Selon Al Akhbar (29 octobre 2025), les syndicats des enseignants, des douaniers et des employés municipaux ont annoncé une journée de grève nationale pour la semaine suivante. Les revendications portent sur la revalorisation des salaires, la régularisation des arriérés et la couverture médicale. Le journal rapporte que les discussions avec le gouvernement n’ont pas encore abouti et que la mobilisation pourrait s’étendre à d’autres secteurs publics. Nahar (29 octobre 2025) précise que les syndicats insistent sur la nécessité de rouvrir un dialogue social permanent.
Ad Diyar (29 octobre 2025) souligne que ces mouvements se déroulent dans un climat de colère populaire, où la population exprime une lassitude croissante face à la stagnation des réformes. Le quotidien rapporte que plusieurs ONG locales appellent à une concertation nationale sur les priorités sociales.

Crise environnementale et risques sanitaires

Al Sharq Al Awsat (29 octobre 2025) consacre un article à la gestion des déchets au Liban. Le journal indique que les sites de traitement de Bourj Hammoud et de Costa Brava approchent de la saturation, et qu’aucun nouveau plan de recyclage n’a été adopté depuis 2021. Le ministère de l’Environnement, cité par le quotidien, reconnaît l’urgence d’une réforme structurelle mais signale le manque de financement. Al Liwa’ (29 octobre 2025) rapporte que la pollution des nappes phréatiques dans la Békaa menace l’approvisionnement en eau potable. Le journal précise que des analyses menées par l’Université libanaise ont révélé des taux élevés de contamination bactérienne.

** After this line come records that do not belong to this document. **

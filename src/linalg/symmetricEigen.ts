// Dense eigen-decomposition of a real symmetric matrix in typed arrays: Householder reduction to
// tridiagonal form, then the implicit QL method with Wilkinson shifts (the EISPACK tred2/tql2 pair;
// Golub and Van Loan, Matrix Computations, 4th ed., sections 8.3.1 and 8.3.5).
//
// Every small eigenproblem of a solve goes through here: the Rayleigh-Ritz step of each Lanczos
// restart, dense solves of small spaces, reduced density matrices, Krylov time steps. Keeping it
// in flat typed arrays makes it cheaper than a general matrix library's (arrays of rows, method
// calls per entry), and keeps that library out of every worker thread's start-up.

import { ConvergenceError } from '../errors/errors.js';

export interface SymmetricEigen {
  /** Eigenvalues, ascending. */
  values: Float64Array;
  /** vectors[k * n + i]: component i of the unit eigenvector of values[k]; null when not asked for. */
  vectors: Float64Array | null;
}

/** QL sweeps allowed per eigenvalue before giving up (two or three are usual). */
const MAX_SWEEPS = 60;

/**
 * Eigenvalues (ascending) and, unless `wantVectors` is false, orthonormal eigenvectors of the
 * symmetric n x n matrix `a` (row-major, not modified; only its lower triangle and diagonal are
 * read, so callers symmetrize a matrix that is symmetric only up to rounding).
 */
export function symmetricEigen(a: Float64Array, n: number, wantVectors = true): SymmetricEigen {
  if (a.length < n * n) throw new RangeError(`symmetricEigen: ${a.length} entries for a ${n} x ${n} matrix`);
  const v = a.slice(0, n * n);
  const d = new Float64Array(n);
  const e = new Float64Array(n);
  if (n > 0) householderTridiagonal(v, d, e, n);
  // The accumulated transformation, transposed so each QL rotation runs over two contiguous rows.
  const w = wantVectors ? transposed(v, n) : null;
  implicitQl(d, e, w, n);
  return sortAscending(d, w, n);
}

/**
 * Reduces v (row-major, symmetric) to tridiagonal form Q^T v Q: on return d holds the diagonal,
 * e[1..n) the subdiagonal (e[0] = 0) and v the orthogonal Q.
 */
function householderTridiagonal(v: Float64Array, d: Float64Array, e: Float64Array, n: number): void {
  for (let j = 0; j < n; j++) d[j] = v[(n - 1) * n + j];
  for (let i = n - 1; i > 0; i--) {
    // Scaling the row first avoids underflow and overflow in the norm.
    let scale = 0;
    let h = 0;
    for (let k = 0; k < i; k++) scale += Math.abs(d[k]);
    if (scale === 0) {
      e[i] = d[i - 1];
      for (let j = 0; j < i; j++) {
        d[j] = v[(i - 1) * n + j];
        v[i * n + j] = 0;
        v[j * n + i] = 0;
      }
    } else {
      for (let k = 0; k < i; k++) {
        d[k] /= scale;
        h += d[k] * d[k];
      }
      let f = d[i - 1];
      let g = Math.sqrt(h);
      if (f > 0) g = -g;
      e[i] = scale * g;
      h -= f * g;
      d[i - 1] = f - g;
      for (let j = 0; j < i; j++) e[j] = 0;
      for (let j = 0; j < i; j++) {
        f = d[j];
        v[j * n + i] = f;
        g = e[j] + v[j * n + j] * f;
        for (let k = j + 1; k <= i - 1; k++) {
          g += v[k * n + j] * d[k];
          e[k] += v[k * n + j] * f;
        }
        e[j] = g;
      }
      f = 0;
      for (let j = 0; j < i; j++) {
        e[j] /= h;
        f += e[j] * d[j];
      }
      const hh = f / (h + h);
      for (let j = 0; j < i; j++) e[j] -= hh * d[j];
      for (let j = 0; j < i; j++) {
        f = d[j];
        g = e[j];
        for (let k = j; k <= i - 1; k++) v[k * n + j] -= f * e[k] + g * d[k];
        d[j] = v[(i - 1) * n + j];
        v[i * n + j] = 0;
      }
    }
    d[i] = h;
  }
  // Accumulate the reflections into Q.
  for (let i = 0; i < n - 1; i++) {
    v[(n - 1) * n + i] = v[i * n + i];
    v[i * n + i] = 1;
    const h = d[i + 1];
    if (h !== 0) {
      for (let k = 0; k <= i; k++) d[k] = v[k * n + i + 1] / h;
      for (let j = 0; j <= i; j++) {
        let g = 0;
        for (let k = 0; k <= i; k++) g += v[k * n + i + 1] * v[k * n + j];
        for (let k = 0; k <= i; k++) v[k * n + j] -= g * d[k];
      }
    }
    for (let k = 0; k <= i; k++) v[k * n + i + 1] = 0;
  }
  for (let j = 0; j < n; j++) {
    d[j] = v[(n - 1) * n + j];
    v[(n - 1) * n + j] = 0;
  }
  v[n * n - 1] = 1;
  e[0] = 0;
}

function transposed(v: Float64Array, n: number): Float64Array {
  const w = new Float64Array(n * n);
  for (let i = 0; i < n; i++) for (let k = 0; k < n; k++) w[k * n + i] = v[i * n + k];
  return w;
}

/**
 * Diagonalizes the tridiagonal (d, e[1..n)) in place: d becomes the eigenvalues. When w is given
 * (rows: the columns of the reducing Q), the same rotations turn its rows into the eigenvectors.
 */
function implicitQl(d: Float64Array, e: Float64Array, w: Float64Array | null, n: number, width = n): void {
  for (let i = 1; i < n; i++) e[i - 1] = e[i];
  if (n > 0) e[n - 1] = 0;
  let shift = 0;
  let norm = 0;
  const eps = Number.EPSILON;
  for (let l = 0; l < n; l++) {
    norm = Math.max(norm, Math.abs(d[l]) + Math.abs(e[l]));
    // The first negligible subdiagonal entry at or below l splits the matrix there.
    let m = l;
    while (m < n - 1 && Math.abs(e[m]) > eps * norm) m++;
    let sweeps = 0;
    while (m > l && Math.abs(e[l]) > eps * norm) {
      if (++sweeps > MAX_SWEEPS)
        throw new ConvergenceError(`dense symmetric eigensolver: no convergence after ${MAX_SWEEPS} QL sweeps`);
      // Wilkinson shift from the leading 2 x 2 block.
      let g = d[l];
      let p = (d[l + 1] - g) / (2 * e[l]);
      let r = Math.hypot(p, 1);
      if (p < 0) r = -r;
      d[l] = e[l] / (p + r);
      d[l + 1] = e[l] * (p + r);
      const dl1 = d[l + 1];
      let h = g - d[l];
      for (let i = l + 2; i < n; i++) d[i] -= h;
      shift += h;
      // Chase the bulge from m up to l with plane rotations.
      p = d[m];
      let c = 1;
      let c2 = 1;
      let c3 = 1;
      const el1 = e[l + 1];
      let s = 0;
      let s2 = 0;
      for (let i = m - 1; i >= l; i--) {
        c3 = c2;
        c2 = c;
        s2 = s;
        g = c * e[i];
        h = c * p;
        r = Math.hypot(p, e[i]);
        e[i + 1] = s * r;
        s = e[i] / r;
        c = p / r;
        p = c * d[i] - s * g;
        d[i + 1] = h + s * (c * g + s * d[i]);
        if (w) {
          const lo = i * width;
          const hi = lo + width;
          for (let k = 0; k < width; k++) {
            const upper = w[hi + k];
            const lower = w[lo + k];
            w[hi + k] = s * lower + c * upper;
            w[lo + k] = c * lower - s * upper;
          }
        }
      }
      p = (-s * s2 * c3 * el1 * e[l]) / dl1;
      e[l] = s * p;
      d[l] = c * p;
      // The subdiagonal below l may have become negligible further up; look again.
      m = l;
      while (m < n - 1 && Math.abs(e[m]) > eps * norm) m++;
    }
    d[l] += shift;
    e[l] = 0;
  }
}

/**
 * Eigenvalues (ascending) of the symmetric tridiagonal matrix with `diagonal` (n) and
 * `offDiagonal` (n - 1), and the first and last components of each unit eigenvector: the Gauss
 * quadrature of a Lanczos run (Golub and Welsch, Math. Comp. 23, 221 (1969)) and the Ritz
 * residuals b_n |u_(n-1)j| (Paige). Only those two rows of the eigenvector matrix are rotated, so
 * this costs O(n^2) rather than O(n^3).
 */
export function tridiagonalEigen(
  diagonal: ArrayLike<number>,
  offDiagonal: ArrayLike<number>,
): { values: Float64Array; firstComponents: Float64Array; lastComponents: Float64Array } {
  const n = diagonal.length;
  const d = Float64Array.from(diagonal);
  const e = new Float64Array(n);
  for (let i = 1; i < n; i++) e[i] = offDiagonal[i - 1];
  // Row i of w holds components 0 and n-1 of eigenvector i: the identity's first and last columns to start.
  const w = new Float64Array(2 * n);
  if (n > 0) {
    w[0] = 1;
    w[2 * (n - 1) + 1] = 1;
  }
  implicitQl(d, e, w, n, 2);
  const order = Array.from({ length: n }, (_, i) => i).sort((p, q) => d[p] - d[q]);
  return {
    values: Float64Array.from(order, (k) => d[k]),
    firstComponents: Float64Array.from(order, (k) => w[2 * k]),
    lastComponents: Float64Array.from(order, (k) => w[2 * k + 1]),
  };
}

function sortAscending(d: Float64Array, w: Float64Array | null, n: number): SymmetricEigen {
  const order = Array.from({ length: n }, (_, i) => i).sort((p, q) => d[p] - d[q]);
  const values = new Float64Array(n);
  const vectors = w ? new Float64Array(n * n) : null;
  for (let k = 0; k < n; k++) {
    values[k] = d[order[k]];
    if (vectors) vectors.set(w!.subarray(order[k] * n, order[k] * n + n), k * n);
  }
  return { values, vectors };
}
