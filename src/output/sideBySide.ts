// Side-by-side summaries: one scan axis (typically particles.kind) spread into columns, so points
// that differ only in that axis share a row: `rungchain summary RUN --by particles.kind` lays
// hard-core bosons, soft-core bosons and fermions next to each other for the same parameters.
// Each column is `<quantity>[<value>]`: E0, gap and every scalar observable (string_width,
// condensate_fraction, ...) for every value of the axis. A point that failed or is pending leaves
// its cells empty.

import { OptionValueError } from '../errors/errors.js';
import type { ScanParams, ScanValue } from '../scan/plan.js';
import type { ScanRunSummary } from '../scan/scanRun.js';
import { columnScale, csvCell, fmt, fmtNoise, table } from '../format/tables.js';
import { scalarObservablesIn } from '../observables/catalogue.js';

export interface SideBySide {
  /** The axis spread into columns. */
  by: string;
  /** Its values, in axis order. */
  values: ScanValue[];
  /** How each value is written in column names (numbers to the precision the axis needs). */
  labels: string[];
  /** The other axes, one column each, in axis order. */
  keys: string[];
  /** Quantities shown per value: E0, gap, then scalar observables. */
  quantities: string[];
  rows: { params: ScanParams; cells: Record<string, number | null> }[];
}

/** Short names for axes people compare side by side. */
const SHORTHANDS: Record<string, string> = { kind: 'particles.kind' };

function label(value: ScanValue): string {
  return typeof value === 'string' ? value : JSON.stringify(value);
}

/** A written number counts as its value when it is within this fraction of it. */
const LABEL_RELATIVE_ERROR = 1e-3;

/**
 * Labels for an axis's values: numbers with the fewest significant digits that still tell the
 * axis's numbers apart and keep each within 0.1% of its value (a scan's `from`/`to`/`steps` makes
 * values such as 0.236922215742493 that nobody wants as a column name); other values as written.
 */
export function axisLabels(values: ScanValue[]): string[] {
  const numbers = [...new Set(values.filter((v): v is number => typeof v === 'number'))];
  let digits = 1;
  for (; digits < 17; digits++) {
    const written = numbers.map((v) => Number(v.toPrecision(digits)));
    const close = written.every((w, k) => Math.abs(w - numbers[k]) <= LABEL_RELATIVE_ERROR * Math.abs(numbers[k]));
    if (close && new Set(written).size === numbers.length) break;
  }
  return values.map((v) =>
    typeof v === 'number' && Number.isFinite(v) ? String(Number(v.toPrecision(digits))) : label(v),
  );
}

export function columnName(quantity: string, valueLabel: string): string {
  return `${quantity}[${valueLabel}]`;
}

/** Spreads axis `by` of a scan run into columns; the other axes label the rows. */
export function sideBySide(summary: ScanRunSummary, by: string): SideBySide {
  const key = SHORTHANDS[by] ?? by;
  const axes = summary.section.axes;
  const axis = axes.find((a) => a.key === key);
  if (!axis) {
    const scanned = axes.map((a) => a.key).join(', ');
    throw new OptionValueError('by', by, `the scan has no axis ${key} (its axes: ${scanned})`);
  }
  if (summary.section.zip)
    throw new OptionValueError('by', by, 'a zipped scan has no rows that share the other axes; use a grid scan');
  const keys = axes.filter((a) => a.key !== key).map((a) => a.key);

  const scalars = scalarObservablesIn(summary.rows.map((row) => row.record?.result?.observables));
  const quantities = ['E0', 'gap', ...scalars];
  const labels = axisLabels(axis.values);
  const labelOf = new Map(axis.values.map((v, k) => [JSON.stringify(v), labels[k]]));
  const column = (quantity: string, value: ScanValue) =>
    columnName(quantity, labelOf.get(JSON.stringify(value)) ?? label(value));

  const rows: SideBySide['rows'] = [];
  const rowOf = new Map<string, SideBySide['rows'][number]>();
  for (const row of summary.rows) {
    const params: ScanParams = {};
    for (const k of keys) params[k] = row.params[k];
    const id = JSON.stringify(keys.map((k) => params[k]));
    let target = rowOf.get(id);
    if (!target) {
      target = { params, cells: {} };
      for (const q of quantities) for (const value of axis.values) target.cells[column(q, value)] = null;
      rowOf.set(id, target);
      rows.push(target);
    }
    const result = row.record?.status === 'done' ? row.record.result : undefined;
    if (!result) continue;
    const value = row.params[key];
    target.cells[column('E0', value)] = result.energies[0] ?? null;
    target.cells[column('gap', value)] = result.gap;
    for (const name of scalars) {
      const v = result.observables[name];
      target.cells[column(name, value)] = typeof v === 'number' ? v : null;
    }
  }
  return { by: key, values: axis.values, labels, keys, quantities, rows };
}

function columns(view: SideBySide): string[] {
  return view.quantities.flatMap((q) => view.labels.map((l) => columnName(q, l)));
}

/** One object per row: the other axes under their key paths, then a field per column. */
export function sideBySideJson(view: SideBySide): Record<string, unknown>[] {
  return view.rows.map((r) => ({ ...r.params, ...r.cells }));
}

export function sideBySideCsv(view: SideBySide): string {
  const cols = columns(view);
  const lines = [[...view.keys, ...cols].map(csvCell).join(',')];
  for (const r of view.rows)
    lines.push([...view.keys.map((k) => r.params[k]), ...cols.map((c) => r.cells[c])].map(csvCell).join(','));
  return lines.join('\n') + '\n';
}

export function sideBySideText(view: SideBySide): string {
  const cols = columns(view);
  const show = (v: ScanValue | undefined): string =>
    v === undefined ? '' : typeof v === 'number' ? fmt(v, 8) : label(v);
  // Rounding noise is measured per quantity: against the energies for E0 and gap, else against 1 or the quantity's size.
  const cellsOf = (q: string) => view.rows.flatMap((r) => view.labels.map((l) => r.cells[columnName(q, l)]));
  const energyScale = columnScale(cellsOf('E0'));
  const scaleOf = new Map(
    view.quantities.map((q) => [q, q === 'E0' || q === 'gap' ? energyScale : columnScale(cellsOf(q), 1)]),
  );
  const quantityOf = new Map(view.quantities.flatMap((q) => view.labels.map((l) => [columnName(q, l), q] as const)));
  return table(
    [...view.keys, ...cols],
    view.rows.map((r) => [
      ...view.keys.map((k) => show(r.params[k])),
      ...cols.map((c) => (r.cells[c] === null ? '' : fmtNoise(r.cells[c], scaleOf.get(quantityOf.get(c)!)!, 10))),
    ]),
  );
}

Dynamique communautaire et résilience sociale

Nida’ Al Watan (29 octobre 2025) note que malgré la crise, des initiatives locales émergent dans les villages et les quartiers populaires. Le journal cite des exemples de coopératives alimentaires et de programmes communautaires d’entraide. Al Akhbar (29 octobre 2025) rapporte que plusieurs associations de jeunes organisent des actions de nettoyage, des collectes de vivres et des programmes d’alphabétisation pour enfants déscolarisés. Ces efforts, bien que limités, illustrent la résilience d’une société en quête de solutions collectives.
L’ensemble des journaux du 29 octobre 2025 décrit une société libanaise en tension, marquée par la pauvreté, les inégalités régionales, les grèves sectorielles et la dégradation des services essentiels, dans un contexte d’épuisement économique et de dépendance accrue à l’aide internationale.